— To do —
Your answer must be every line of the data that holds the string "Spotter".

START Data excerpts

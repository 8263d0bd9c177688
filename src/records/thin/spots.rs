//! The places of records to be thinned: only where each row lies, nothing else of it.

use crate::diag::{Diagnostic, Outcome};
use crate::records::{Content, Desk, Match, Place, Projection, Row, Tray};

/// A row with a place.
#[derive(Debug, Clone, Copy, PartialEq)]
pub struct Spot {
    /// Number of its file.
    pub file: u32,
    /// Its line, row or feature id.
    pub line: u64,
    /// Where it lies.
    pub xy: (f64, f64),
}

/// Notes where rows lie.
pub struct Spotter<'a> {
    projection: &'a dyn Projection,
}

/// Rows of one file.
pub struct Spots {
    file: u32,
    source: usize,
    found: Vec<Spot>,
    datums: Vec<(String, Vec<usize>)>,
    unreadable: u64,
    placeless: u64,
}

/// All rows of all files.
#[derive(Debug, Default)]
pub struct SpotList {
    /// Rows with a place.
    pub spots: Vec<Spot>,
    /// Rows that could not be read.
    pub unreadable: u64,
    /// Rows without a place on Earth.
    pub placeless: u64,
    /// What deserves attention.
    pub remarks: Vec<Diagnostic>,
    files: u32,
}

impl SpotList {
    /// Rows read.
    pub fn read(&self) -> u64 {
        self.spots.len() as u64 + self.unreadable + self.placeless
    }
}

impl<'a> Spotter<'a> {
    /// Notes places as `projection` turns them.
    pub fn new(projection: &'a dyn Projection) -> Self {
        Self { projection }
    }
}

/// Coordinates of a place, where they are numbers in range; both exactly zero stand for none.
fn numbers(place: Place, degrees: bool) -> Option<(f64, f64)> {
    let (x, y) = match place {
        Place::Missing => return None,
        Place::Point(x, y) => (x, y),
        Place::Text { x, y } => (x.trim().parse().ok()?, y.trim().parse().ok()?),
    };
    let legal = if degrees { x.abs() <= 180.0 && y.abs() <= 90.0 } else { x.is_finite() && y.is_finite() };
    (legal && (x, y) != (0.0, 0.0)).then_some((x, y))
}

impl Desk for Spotter<'_> {
    type Part = Spots;

    fn begin(&self, file: usize, source: usize) -> Spots {
        let (found, datums) = (Vec::new(), Vec::new());
        Spots { file: file as u32, source, found, datums, unreadable: 0, placeless: 0 }
    }

    fn push(&self, part: &mut Spots, row: &Row) {
        let Content::Fields(fields) = &row.content else {
            part.unreadable += 1;
            return;
        };
        let degrees = fields.degrees.unwrap_or_else(|| self.projection.degrees(part.source));
        let Some(xy) = numbers(fields.place, degrees) else {
            part.placeless += 1;
            return;
        };
        let datum = fields.datum.trim();
        let number = part.datums.iter().rposition(|d| d.0 == datum).unwrap_or_else(|| {
            part.datums.push((datum.to_owned(), Vec::new()));
            part.datums.len() - 1
        });
        part.datums[number].1.push(part.found.len());
        part.found.push(Spot { file: part.file, line: row.line, xy });
    }

    fn settle(&self, part: &mut Spots) -> Outcome<()> {
        for (datum, rows) in std::mem::take(&mut part.datums) {
            let (mut x, mut y): (Vec<f64>, Vec<f64>) = rows.iter().map(|i| part.found[*i].xy).unzip();
            self.projection.turn(part.source, &datum, &mut x, &mut y)?;
            rows.iter().enumerate().for_each(|(n, i)| part.found[*i].xy = (x[n], y[n]));
        }
        let before = part.found.len();
        part.found.retain(|s| s.xy.0.is_finite() && s.xy.1.is_finite());
        part.placeless += (before - part.found.len()) as u64;
        Ok(())
    }
}

impl Tray<Spots> for SpotList {
    fn open(&mut self, _: &str) -> usize {
        self.files += 1;
        self.files as usize - 1
    }

    fn found(&mut self, _: usize, _: &[Match]) {}

    fn remark(&mut self, remark: Diagnostic) {
        self.remarks.push(remark);
    }

    fn take(&mut self, parts: Vec<(Spots, u64)>) -> Outcome<()> {
        for (part, line) in parts {
            self.unreadable += part.unreadable;
            self.placeless += part.placeless;
            self.spots.extend(part.found.iter().map(|s| Spot { line: s.line + line, ..*s }));
        }
        Ok(())
    }
}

END Data excerpts

— Exercise result —
pub struct Spotter<'a> {
impl<'a> Spotter<'a> {
impl Desk for Spotter<'_> {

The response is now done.